To find the limit \( \lim_{x \to 1} f(x) \), where \[ f(x) = \begin{cases} x + 1 & \text{if } x \neq 1 \\ 0 & \text{if } x = 1 \end{cases} \] we will evaluate the limit by considering the right-hand limit and the left-hand limit as \( x \) approaches 1. ### Step 1: Find the Right-Hand Limit We start by calculating the right-hand limit, denoted as \( \lim_{x \to 1^+} f(x) \).

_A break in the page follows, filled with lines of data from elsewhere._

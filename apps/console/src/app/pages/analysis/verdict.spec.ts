import { verdictFor } from './verdict';

describe('verdictFor', () => {
  it('says the counts differ when p is below alpha', () => {
    const verdict = verdictFor(0.0179, 0.05);
    expect(verdict.differs).toBe(true);
    expect(verdict.headline).toBe('The observed counts differ from what was expected.');
    expect(verdict.detail).toBe('p = .018 is below the chosen alpha of 0.05.');
  });

  it('does not claim the expectation is proven when p is above alpha', () => {
    const verdict = verdictFor(0.3, 0.05);
    expect(verdict.differs).toBe(false);
    expect(verdict.detail).toContain('does not prove the expectation holds');
  });

  it('treats p equal to alpha as not below it', () => expect(verdictFor(0.05, 0.05).differs).toBe(false));
});
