/**
 * What the hypothesis step's form holds, turned into the engine's `Hypothesis`, and the expected
 * counts it implies for the observed data — computed by the engine itself, in the browser, so the
 * form can show them while the person types.
 */
import { analyze, EngineInputError, type DistributionFamily, type DistributionParams, type Hypothesis } from '@tallyfit/engine';
import type { ParsedCounts } from '../data-step/pasted-counts';
import { SHARE_SUM_ROUNDING_TOLERANCE } from '@tallyfit/engine';

export type HypothesisKind = Hypothesis['kind'];
export type ParamName = keyof DistributionParams;

export interface HypothesisDraft {
  kind: HypothesisKind;
  /** one value per category: a share (proportions) or an expected count (counts) */
  values: (number | null)[];
  /** a ratio written with colons, e.g. "9:3:3:1" */
  ratio: string;
  family: DistributionFamily;
  /** a parameter left empty is estimated from the data where the family allows it */
  params: Partial<Record<ParamName, number | null>>;
  /** bin boundaries for the normal family, e.g. "150, 160, 170" */
  breaks: string;
}

export type HypothesisOutcome = { ok: true; hypothesis: Hypothesis } | { ok: false; errors: string[] };

/** The parameters each family takes, in the order the form shows them; `required` ones cannot be estimated. */
export const FAMILY_PARAMS: Record<DistributionFamily, { name: ParamName; label: string; required: boolean }[]> = {
  poisson: [{ name: 'lambda', label: 'Mean count (lambda)', required: false }],
  binomial: [
    { name: 'trials', label: 'Trials per observation', required: true },
    { name: 'p', label: 'Chance of success (p)', required: false },
  ],
  geometric: [{ name: 'p', label: 'Chance of success (p)', required: false }],
  normal: [
    { name: 'mean', label: 'Mean', required: false },
    { name: 'sd', label: 'Standard deviation', required: false },
  ],
  'discrete-uniform': [
    { name: 'min', label: 'Smallest value', required: false },
    { name: 'max', label: 'Largest value', required: false },
  ],
  benford: [],
};

export const FAMILY_NAMES: Record<DistributionFamily, string> = {
  poisson: 'Poisson (counts of events)',
  binomial: 'Binomial (successes out of a fixed number of trials)',
  geometric: 'Geometric (trials until the first success)',
  normal: 'Normal, in bins',
  'discrete-uniform': 'Every whole value equally likely',
  benford: "Benford's law (first digits 1–9)",
};

/** Shares may miss 1 by rounding (a published table's precision); the engine's rule, renormalised within it. */
export const SHARE_SUM_TOLERANCE = SHARE_SUM_ROUNDING_TOLERANCE;

export function sumOf(values: readonly (number | null)[]): number {
  return values.reduce<number>((total, value) => total + (value ?? 0), 0);
}

function numbersFrom(text: string, separator: RegExp, what: string): { values: number[]; errors: string[] } {
  const parts = text
    .split(separator)
    .map((part) => part.trim())
    .filter((part) => part.length > 0);
  const errors: string[] = [];
  const values = parts.map((part) => {
    const value = Number(part);
    if (!Number.isFinite(value) || value < 0) errors.push(`${what}: "${part}" is not a number of 0 or more.`);
    return value;
  });
  return { values, errors };
}

/** Turns the form's draft into a hypothesis for `k` categories, or says what is missing or wrong. */
export function buildHypothesis(draft: HypothesisDraft, k: number, n: number): HypothesisOutcome {
  switch (draft.kind) {
    case 'equal':
      return { ok: true, hypothesis: { kind: 'equal' } };
    case 'proportions':
    case 'counts': {
      const errors: string[] = [];
      const values = draft.values.slice(0, k);
      if (values.length < k || values.some((value) => value === null || !Number.isFinite(value))) {
        errors.push(`Give an expected ${draft.kind === 'proportions' ? 'share' : 'count'} for every category.`);
      } else if (values.some((value) => (value as number) < 0)) {
        errors.push('Expected values must not be negative.');
      } else {
        const total = sumOf(values);
        if (draft.kind === 'proportions' && Math.abs(total - 1) > SHARE_SUM_TOLERANCE) {
          errors.push(`The shares add up to ${round(total)}; they must add up to 1.`);
        }
        if (draft.kind === 'counts' && Math.abs(total - n) > SHARE_SUM_TOLERANCE * n) {
          errors.push(`The expected counts add up to ${round(total)}; they must add up to the ${n} observations.`);
        }
      }
      return errors.length > 0 ? { ok: false, errors } : { ok: true, hypothesis: { kind: draft.kind, values: values as number[] } };
    }
    case 'ratio': {
      if (draft.ratio.trim() === '') return { ok: false, errors: ['Write the expected ratio, for example 9:3:3:1.'] };
      const { values, errors } = numbersFrom(draft.ratio, /:/, 'Ratio');
      if (errors.length > 0) return { ok: false, errors };
      if (values.length !== k) {
        return { ok: false, errors: [`The ratio has ${values.length} terms but there are ${k} categories.`] };
      }
      if (values.every((value) => value === 0)) return { ok: false, errors: ['The ratio terms must not all be 0.'] };
      return { ok: true, hypothesis: { kind: 'ratio', values } };
    }
    case 'distribution': {
      const params: DistributionParams = {};
      const errors: string[] = [];
      for (const param of FAMILY_PARAMS[draft.family]) {
        const value = draft.params[param.name];
        if (value === null || value === undefined) {
          if (param.required) errors.push(`${param.label} is needed for this family.`);
        } else {
          params[param.name] = value;
        }
      }
      const hypothesis: Hypothesis = { kind: 'distribution', family: draft.family };
      if (Object.keys(params).length > 0) hypothesis.params = params;
      if (draft.family === 'normal') {
        const breaks = numbersFromSigned(draft.breaks);
        if (breaks.errors.length > 0) errors.push(...breaks.errors);
        else if (breaks.values.length !== k - 1) {
          errors.push(`Give ${k - 1} bin boundaries for the ${k} bins (one between each pair of neighbouring bins).`);
        } else hypothesis.breaks = breaks.values;
      }
      return errors.length > 0 ? { ok: false, errors } : { ok: true, hypothesis };
    }
  }
}

function numbersFromSigned(text: string): { values: number[]; errors: string[] } {
  const parts = text
    .split(/[,;\s]+/)
    .map((part) => part.trim())
    .filter((part) => part.length > 0);
  const errors: string[] = [];
  const values = parts.map((part) => {
    const value = Number(part);
    if (!Number.isFinite(value)) errors.push(`Bin boundaries: "${part}" is not a number.`);
    return value;
  });
  return { values, errors };
}

function round(value: number): string {
  return String(Number(value.toPrecision(6)));
}

export interface ExpectedPreviewRow {
  label: string;
  observed: number;
  expected: number;
  expectedShare: number;
}

export type ExpectedPreview =
  | { ok: true; rows: ExpectedPreviewRow[]; df: number; description: string; fitted?: Record<string, number>; warnings: string[] }
  | { ok: false; errors: string[] };

/**
 * The expected counts the hypothesis implies, from the engine (only the Pearson test is run, which
 * is cheap). A fitted family may pool the upper tail, so the rows are the engine's categories.
 */
export function previewExpected(observed: ParsedCounts, hypothesis: Hypothesis): ExpectedPreview {
  try {
    const result = analyze({ observed, hypothesis, tests: ['pearson'] });
    return {
      ok: true,
      rows: result.categories.map(({ label, observed: count, expected, expectedShare }) => ({
        label,
        observed: count,
        expected,
        expectedShare,
      })),
      df: result.df,
      description: result.hypothesis.description,
      fitted: result.hypothesis.fitted,
      // The preview runs only Pearson's test, so the engine's note that the exact test was not run does not apply;
      // the small expected counts are flagged in the table instead.
      warnings: result.warnings.filter((warning) => warning.code !== 'approximation-doubtful').map((warning) => warning.message),
    };
  } catch (error) {
    if (error instanceof EngineInputError) return { ok: false, errors: error.issues.map((issue) => issue.message) };
    throw error;
  }
}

Since we are approaching 1 from the right, \( x \) will be slightly greater than 1. In this case, we use the definition of \( f(x) \) for \( x \neq 1 \): \[ \lim_{x \to 1^+} f(x) = \lim_{x \to 1^+} (x + 1) \] Substituting \( x = 1 \): \[ \lim_{x \to 1^+} (x + 1) = 1 + 1 = 2 \] ### Step 2: Find the Left-Hand Limit Next, we calculate the left-hand limit, denoted as \( \lim_{x \to 1^-} f(x) \). Here, \( x \) will be slightly less than 1. Again, we use the definition of \( f(x) \) for \( x \neq 1 \): \[ \lim_{x \to 1^-} f(x) = \lim_{x \to 1^-} (x + 1) \] Substituting \( x = 1 \): \[ \lim_{x \to 1^-} (x + 1) = 1 + 1 = 2 \] ### Step 3: Conclude the Limit Since both the right-hand limit and the left-hand limit are equal: \[ \lim_{x \to 1^+} f(x) = 2 \quad \text{and} \quad \lim_{x \to 1^-} f(x) = 2 \] We can conclude that: \[ \lim_{x \to 1} f(x) = 2 \] ### Final Answer Thus, the limit is: \[ \lim_{x \to 1} f(x) = 2 \] ---